Cook until it has a nice brown color aprox. 1 hour at 180 degrees C aprox. 356 degrees F.


----------



## pdswife (Aug 13, 2008)

One of my favorites.  I love this warm out of the oven.  Thanks!!!!!


----------



## LadyCook61 (Aug 13, 2008)

thanks for sharing the recipe, it sounds delicious !


----------



## kitchenelf (Aug 13, 2008)

I can't make this anymore - haven't made it in years.  It seems my goal is to make it disappear as quickly as possible!!!!!!!!!!!!  I see you use oil versus butter.  Maybe I'll try it using my Sicilian olive oil instead of all that butter.  

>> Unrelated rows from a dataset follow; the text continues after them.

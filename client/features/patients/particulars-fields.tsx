import { useQuery } from '@tanstack/react-query';
import type { ProblemError } from '#client/api/problem-error.ts';
import { DateField, SelectField, TextField } from '#client/ui/fields.tsx';
import { procedureNamesQuery } from './queries.ts';

/** A patient's particulars as typed. */
export interface Particulars {
  readonly givenName: string;
  readonly familyName: string;
  readonly bornOn: string;
  readonly email: string;
  readonly phone: string;
  readonly patientClass: string;
}

/** The body of a request: what was left empty is not known. */
export function particularsBody(typed: Particulars) {
  const orNull = (text: string): string | null => (text.trim() === '' ? null : text.trim());
  return { ...typed, email: orNull(typed.email), phone: orNull(typed.phone) };
}

/** The fields of a patient's particulars, each with what the server says about it. */
export function ParticularsFields({
  typed,
  onType,
  problem,
  siteId,
}: {
  readonly typed: Particulars;
  readonly onType: (next: Particulars) => void;
  readonly problem: ProblemError | null;
  readonly siteId: number;
}) {
  const set = (field: keyof Particulars) => (value: string) => onType({ ...typed, [field]: value });
  const error = (field: keyof Particulars) => problem?.fieldMessage(field);
  return (
    <div className="grid gap-4 sm:grid-cols-2">
      <TextField
        label="Given name"
        value={typed.givenName}
        onChange={set('givenName')}
        error={error('givenName')}
        autoComplete="off"
        required
      />
      <TextField
        label="Family name"
        value={typed.familyName}
        onChange={set('familyName')}
        error={error('familyName')}
        autoComplete="off"
        required
      />
      <DateField
        label="Born on"
        value={typed.bornOn}
        onChange={set('bornOn')}
        error={error('bornOn')}
        required
      />
      <PriceClass value={typed.patientClass} onChange={set('patientClass')} siteId={siteId} />
      <TextField
        label="E-mail"
        type="email"
        value={typed.email}
        onChange={set('email')}
        error={error('email')}
        hint="Quotes and receipts go there"
        autoComplete="off"
      />
      <TextField
        label="Telephone"
        type="tel"
        value={typed.phone}
        onChange={set('phone')}
        error={error('phone')}
        autoComplete="off"
      />
    </div>
  );
}

/** Which prices a patient's quotes begin with; a list that has left the book is still shown. */
function PriceClass({
  value,
  onChange,
  siteId,
}: {
  readonly value: string;
  readonly onChange: (value: string) => void;
  readonly siteId: number;
}) {
  const { data } = useQuery(procedureNamesQuery(siteId));
  const lists = data?.book.priceLists ?? [];
  const known = value === 'standard' || lists.some((list) => list.id === value);
  return (
    <SelectField
      label="Prices"
      value={value}
      onChange={onChange}
      choices={[
        { value: 'standard', label: 'Standard prices' },
        ...lists.map((list) => ({ value: list.id, label: list.label })),
        ...(known ? [] : [{ value, label: value }]),
      ]}
    />
  );
}
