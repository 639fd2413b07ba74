import { EyeColumns } from '#client/ui/eye-columns.tsx';
import { DateField, SelectField } from '#client/ui/fields.tsx';
import type { QuoteView } from '#contract/quotes';
import type { Eye } from '#domain/eye';
import type { PriceBook } from '#domain/pricing/index';
import type { OptionDraft } from '#domain/quotes/index';
import { isClinicDate } from '#domain/time/index';
import { chooseDay, chooseProcedure } from './edit-draft.ts';
import type { FieldErrors } from './field-errors.ts';

/** What one option wants for each eye: procedure, cover, and a day of its own when the eyes are staged. */
export function EyeWishes({
  option,
  book,
  plan,
  errors,
  onChange,
  disabled,
}: {
  readonly option: OptionDraft;
  readonly book: PriceBook;
  readonly plan: QuoteView['plan'];
  readonly errors: FieldErrors;
  readonly onChange: (next: OptionDraft) => void;
  readonly disabled: boolean;
}) {
  const packaged = book.packages.find((each) => each.id === option.packageId)?.includes.coverId ?? null;
  return (
    <EyeColumns headings={false}>
      {(eye) => (
        <div
          className={`grid gap-4 ${packaged === null && option.procedures[eye] !== null ? 'sm:max-md:grid-cols-2 xl:grid-cols-2' : ''}`}
        >
          <ProcedureField
            eye={eye}
            option={option}
            book={book}
            plan={plan}
            errors={errors}
            disabled={disabled}
            onChange={onChange}
          />
          {option.procedures[eye] !== null && book.covers.length > 0 && packaged === null ? (
            <SelectField
              label="Enhancement cover"
              value={option.covers[eye] ?? ''}
              disabled={disabled}
              error={errors.at(`eyes.${eye}.coverId`)}
              onChange={(id) =>
                onChange({ ...option, covers: { ...option.covers, [eye]: id === '' ? null : id } })
              }
              choices={[
                { value: '', label: 'No cover' },
                ...book.covers.map((cover) => ({ value: cover.id, label: withoutPrefix(cover.label) })),
              ]}
            />
          ) : null}
          {option.surgery.plan === 'staged' && option.procedures[eye] !== null ? (
            <DateField
              label="Day of surgery"
              value={option.surgery.on[eye] ?? ''}
              disabled={disabled}
              error={errors.at(`surgery.on.${eye}`)}
              onChange={(text) => onChange(chooseDay(option, eye, isClinicDate(text) ? text : null))}
            />
          ) : null}
        </div>
      )}
    </EyeColumns>
  );
}

/** "24 months": the field's own label says what it is. */
function withoutPrefix(label: string): string {
  return label.replace(/^enhancement cover,\s*/i, '').replace(/^./, (letter) => letter.toUpperCase());
}

function ProcedureField({
  eye,
  option,
  book,
  plan,
  errors,
  onChange,
  disabled,
}: {
  readonly eye: Eye;
  readonly option: OptionDraft;
  readonly book: PriceBook;
  readonly plan: QuoteView['plan'];
  readonly errors: FieldErrors;
  readonly onChange: (next: OptionDraft) => void;
  readonly disabled: boolean;
}) {
  const approved = plan?.good ? plan.procedureIds[eye] : null;
  const chosen = option.procedures[eye];
  const gone = chosen !== null && !book.procedures.some((procedure) => procedure.id === chosen);
  return (
    <SelectField
      label="Procedure"
      value={chosen ?? ''}
      disabled={disabled}
      error={errors.at(`eyes.${eye}.procedureId`)}
      hint={approvalWords(chosen, approved)}
      onChange={(id) => onChange(chooseProcedure(option, eye, id === '' ? null : id))}
      choices={[
        { value: '', label: 'This eye is not treated' },
        ...book.procedures.map((procedure) => ({
          value: procedure.id,
          label:
            procedure.id !== chosen && approved?.includes(procedure.id)
              ? `${procedure.label} · approved`
              : procedure.label,
        })),
        ...(gone ? [{ value: chosen, label: `${chosen}, no longer in the price book` }] : []),
      ]}
    />
  );
}

function approvalWords(chosen: string | null, approved: readonly string[] | null): string | undefined {
  if (chosen === null) return undefined;
  if (approved === null) return 'No plan is in force: an estimate, subject to assessment';
  return approved.includes(chosen) ? 'Approved by the surgeon' : undefined;
}
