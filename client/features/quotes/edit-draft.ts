import type { Eye, Laterality } from '#domain/eye';
import type { PrescriptionFields } from '#domain/prescription/index';
import { MOST_OPTIONS, type OptionDraft, type QuoteDraft } from '#domain/quotes/index';
import type { ClinicDate } from '#domain/time/index';

/** Every change a hand can make to a draft, as functions from draft to draft. */

export function typePrescription(
  draft: QuoteDraft,
  eye: Eye,
  field: keyof PrescriptionFields,
  text: string,
): QuoteDraft {
  const fields = { ...draft.prescriptions[eye], [field]: text };
  return { ...draft, prescriptions: { ...draft.prescriptions, [eye]: fields } };
}

export function changeOption(draft: QuoteDraft, index: number, change: Partial<OptionDraft>): QuoteDraft {
  const options = draft.options.map((option, at) => (at === index ? { ...option, ...change } : option));
  return { ...draft, options };
}

/** Adds an option beside the others: a copy of the one being looked at, to be changed. */
export function addOption(draft: QuoteDraft, from: number): QuoteDraft {
  const source = draft.options[from];
  if (!source || draft.options.length >= MOST_OPTIONS) return draft;
  return { ...draft, options: [...draft.options, { ...source, label: '' }] };
}

export function removeOption(draft: QuoteDraft, index: number): QuoteDraft {
  if (draft.options.length < 2) return draft;
  return { ...draft, options: draft.options.filter((_, at) => at !== index) };
}

/** Leaving an eye out takes its own add-ons and cover with it. */
export function chooseProcedure(option: OptionDraft, eye: Eye, procedureId: string | null): OptionDraft {
  const procedures = { ...option.procedures, [eye]: procedureId };
  if (procedureId !== null) return { ...option, procedures };
  return {
    ...option,
    procedures,
    covers: { ...option.covers, [eye]: null },
    addOns: option.addOns.filter((addOn) => addOn.laterality !== eye),
  };
}

/** Same day or staged; a day already chosen is kept for the first eye. */
export function choosePlan(option: OptionDraft, plan: 'same_session' | 'staged'): OptionDraft {
  const { surgery } = option;
  if (surgery.plan === plan) return option;
  return surgery.plan === 'staged'
    ? { ...option, surgery: { plan: 'same_session', on: surgery.on.OD ?? surgery.on.OS } }
    : { ...option, surgery: { plan: 'staged', on: { OD: surgery.on, OS: null } } };
}

export function chooseDay(option: OptionDraft, eye: Eye | 'both', on: ClinicDate | null): OptionDraft {
  const { surgery } = option;
  if (surgery.plan === 'same_session') return { ...option, surgery: { ...surgery, on } };
  if (eye === 'both') return { ...option, surgery: { ...surgery, on: { OD: on, OS: on } } };
  return { ...option, surgery: { ...surgery, on: { ...surgery.on, [eye]: on } } };
}

export function toggleAddOn(
  option: OptionDraft,
  addOnId: string,
  laterality: Laterality,
  wanted: boolean,
): OptionDraft {
  const others = option.addOns.filter(
    (addOn) => addOn.addOnId !== addOnId || addOn.laterality !== laterality,
  );
  return { ...option, addOns: wanted ? [...others, { addOnId, laterality }] : others };
}

export function hasAddOn(option: OptionDraft, addOnId: string, laterality: Laterality): boolean {
  return option.addOns.some((addOn) => addOn.addOnId === addOnId && addOn.laterality === laterality);
}

export function sizeDiscount(option: OptionDraft, index: number, size: string): OptionDraft {
  const discounts = option.discounts.map((discount, at) => (at === index ? { ...discount, size } : discount));
  return { ...option, discounts };
}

I've never used the evaporated milk - I'm pretty sure my recipe calls for cottage cheese?  I can't wait to try your recipe - YUM!!!!


----------



## BreezyCooking (Aug 13, 2008)

My Czech grandmother made the very BEST Spanokopita ever!! (At least in my opinion, & I've tried many versions.)

She only used chopped spinach, chopped onion, dill, & feta cheese in hers - no eggs, milk, bread crumbs, etc. - & wrapped the filling up in the phyllo "strudel style".  It was absolutely to die for, & still is, since that's the way I continue to make it today.

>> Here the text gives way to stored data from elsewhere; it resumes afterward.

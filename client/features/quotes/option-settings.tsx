import { Button } from '#client/ui/button.tsx';
import { CheckField, DateField, SelectField, TextField } from '#client/ui/fields.tsx';
import { EYES, type Laterality } from '#domain/eye';
import { formatAmount } from '#domain/money/index';
import { type AddOn, type Discount, formatRate, type PriceBook } from '#domain/pricing/index';
import type { OptionDraft } from '#domain/quotes/index';
import { isClinicDate } from '#domain/time/index';
import { chooseDay, choosePlan, hasAddOn, sizeDiscount, toggleAddOn } from './edit-draft.ts';
import type { FieldErrors } from './field-errors.ts';

export interface SettingsProps {
  readonly option: OptionDraft;
  readonly book: PriceBook;
  readonly errors: FieldErrors;
  readonly onChange: (next: OptionDraft) => void;
  readonly disabled: boolean;
}

/** What an option is made of beside the eyes: days, package, prices, ways to pay, add-ons, discounts. */
export function OptionSettings(props: SettingsProps) {
  return (
    <div className="border-t border-rule py-4">
      <div className="grid gap-4 sm:grid-cols-2 lg:grid-cols-5">
        <Days {...props} />
        <Choices {...props} />
      </div>
      <div className="mt-4 grid gap-4 lg:grid-cols-5">
        <div className="lg:col-span-3">
          <AddOns {...props} />
        </div>
        <div className="lg:col-span-2">
          <Discounts {...props} />
        </div>
      </div>
    </div>
  );
}

function Days({ option, errors, onChange, disabled }: SettingsProps) {
  const { surgery } = option;
  const both = option.procedures.OD !== null && option.procedures.OS !== null;
  return (
    <>
      {both ? (
        <SelectField
          label="Days"
          value={surgery.plan}
          disabled={disabled}
          onChange={(plan) => onChange(choosePlan(option, plan === 'staged' ? 'staged' : 'same_session'))}
          choices={[
            { value: 'same_session', label: 'Both eyes on one day' },
            { value: 'staged', label: 'One eye after the other' },
          ]}
        />
      ) : null}
      {surgery.plan === 'same_session' ? (
        <DateField
          label="Day of surgery"
          value={surgery.on ?? ''}
          disabled={disabled}
          error={errors.at('surgery.on', 'surgery.on.OD', 'surgery.on.OS')}
          hint={surgery.on === null ? 'Empty while none is agreed' : undefined}
          onChange={(text) => onChange(chooseDay(option, 'both', isClinicDate(text) ? text : null))}
        />
      ) : null}
    </>
  );
}

function Choices({ option, book, errors, onChange, disabled }: SettingsProps) {
  const orNull = (id: string): string | null => (id === '' ? null : id);
  const list = book.priceLists.find((each) => each.id === option.priceListId);
  return (
    <>
      {book.packages.length > 0 ? (
        <SelectField
          label="Package"
          value={option.packageId ?? ''}
          disabled={disabled}
          error={errors.at('packageId')}
          onChange={(id) => onChange({ ...option, packageId: orNull(id) })}
          choices={[
            { value: '', label: 'No package' },
            ...book.packages.map((each) => ({ value: each.id, label: each.label })),
          ]}
        />
      ) : null}
      {book.priceLists.length > 0 ? (
        <SelectField
          label="Prices"
          value={option.priceListId ?? ''}
          disabled={disabled}
          error={errors.at('priceListId')}
          hint={list?.evidence ? `Needs: ${list.evidence}` : undefined}
          onChange={(id) => onChange({ ...option, priceListId: orNull(id) })}
          choices={[
            { value: '', label: 'Standard prices' },
            ...book.priceLists.map((each) => ({ value: each.id, label: each.label })),
          ]}
        />
      ) : null}
      <SelectField
        label="Paid by"
        value={option.paymentPlanId ?? ''}
        disabled={disabled}
        error={errors.at('paymentPlanId')}
        onChange={(id) => onChange({ ...option, paymentPlanId: orNull(id) })}
        choices={[
          { value: '', label: 'Deposit and balance' },
          ...book.paymentPlans.map((each) => ({ value: each.id, label: each.label })),
        ]}
      />
    </>
  );
}

function AddOns({ option, book, errors, onChange, disabled }: SettingsProps) {
  if (book.addOns.length === 0) return null;
  const sides = (addOn: AddOn): readonly Laterality[] =>
    addOn.per === 'eye' ? EYES.filter((eye) => option.procedures[eye] !== null) : ['OU'];
  const errorOf = (addOn: AddOn, side: Laterality): string | undefined => {
    const at = option.addOns.findIndex((each) => each.addOnId === addOn.id && each.laterality === side);
    return at < 0 ? undefined : errors.at(`addOns.${at}`, `addOns.${at}.addOnId`, `addOns.${at}.laterality`);
  };
  return (
    <fieldset>
      <legend className="mb-1 text-small font-semibold">Add-ons</legend>
      <div className="flex flex-wrap gap-x-6">
        {book.addOns.flatMap((addOn) =>
          sides(addOn).map((side) => (
            <CheckField
              key={`${addOn.id}-${side}`}
              disabled={disabled}
              checked={hasAddOn(option, addOn.id, side)}
              error={errorOf(addOn, side)}
              onChange={(wanted) => onChange(toggleAddOn(option, addOn.id, side, wanted))}
              label={
                <>
                  {addOn.label}
                  {side === 'OU' ? '' : `, ${side}`}{' '}
                  <span className="tabular text-small text-soft">
                    {formatAmount(addOn.priceMinor, book.currency)}
                  </span>
                </>
              }
            />
          )),
        )}
      </div>
    </fieldset>
  );
}

function Discounts({ option, book, errors, onChange, disabled }: SettingsProps) {
  const free = book.discounts.filter((rule) => !option.discounts.some((each) => each.discountId === rule.id));
  return (
    <fieldset>
      <legend className="mb-1 text-small font-semibold">Discounts</legend>
      {option.discounts.map((discount, index) => {
        const rule = book.discounts.find((each) => each.id === discount.discountId);
        return (
          <div key={discount.discountId} className="mb-3 flex items-start gap-3">
            <TextField
              label={rule?.reason ?? discount.discountId}
              value={discount.size}
              disabled={disabled}
              inputMode="decimal"
              autoComplete="off"
              className="grow"
              hint={rule ? limitWords(rule, book) : 'No longer in the price book'}
              error={errors.at(`discounts.${index}.off`, `discounts.${index}`)}
              onChange={(size) => onChange(sizeDiscount(option, index, size))}
            />
            <Button
              kind="quiet"
              disabled={disabled}
              aria-label={`Take out ${rule?.reason ?? discount.discountId}`}
              className="mt-6"
              onPress={() =>
                onChange({ ...option, discounts: option.discounts.filter((_, at) => at !== index) })
              }
            >
              Take out
            </Button>
          </div>
        );
      })}
      {free.length > 0 ? (
        <SelectField
          label={<span className="sr-only">Give a discount</span>}
          value=""
          disabled={disabled}
          onChange={(discountId) =>
            onChange({ ...option, discounts: [...option.discounts, { discountId, size: '' }] })
          }
          choices={[
            { value: '', label: 'Give a discount…' },
            ...free.map((rule) => ({ value: rule.id, label: rule.reason })),
          ]}
        />
      ) : null}
    </fieldset>
  );
}

/** "Per cent, up to 5 % by yourself, up to 15 % with approval". */
function limitWords({ off, aftercare }: Discount, book: PriceBook): string {
  const size = (value: number): string =>
    off.kind === 'rate' ? formatRate(value) : formatAmount(value as never, book.currency);
  const [own, approver] =
    off.kind === 'rate' ? [off.ownLimitBp, off.approverLimitBp] : [off.ownLimitMinor, off.approverLimitMinor];
  const limits =
    own === approver
      ? `up to ${size(own)}`
      : `up to ${size(own)} by yourself, ${size(approver)} with approval`;
  return `${off.kind === 'rate' ? 'Per cent' : 'Amount'}, ${limits}${aftercare ? `; ${aftercare.words}` : ''}`;
}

A holiday wasn't a holiday unless Grandma brought this along.  My dad would reheat it, slice it, & serve it along with our holiday cocktails.  I serve it the same way, although frequently hubby & I have it all by its lonesome for a light lunch or supper.


----------



## Dina (Aug 13, 2008)

I make something similar except I add bacon bits and made into bite size pies.  I like your recipe Faye.  Thanks for sharing.


----------



## faye_arv (Aug 13, 2008)

I'm glad you liked it  

Something that a friend of mine does (I think they do it in Macedonia-Salonika) is when he takes it out of the oven and it is still hot, he opens it a little and adds yogurt.  

It's a good combination


----------



## jkath (Aug 14, 2008)

oh how I LOVE spanikopita!!!
I had the perfect recipe and then someone "borrowed" my book that it was in and never returned it!


----------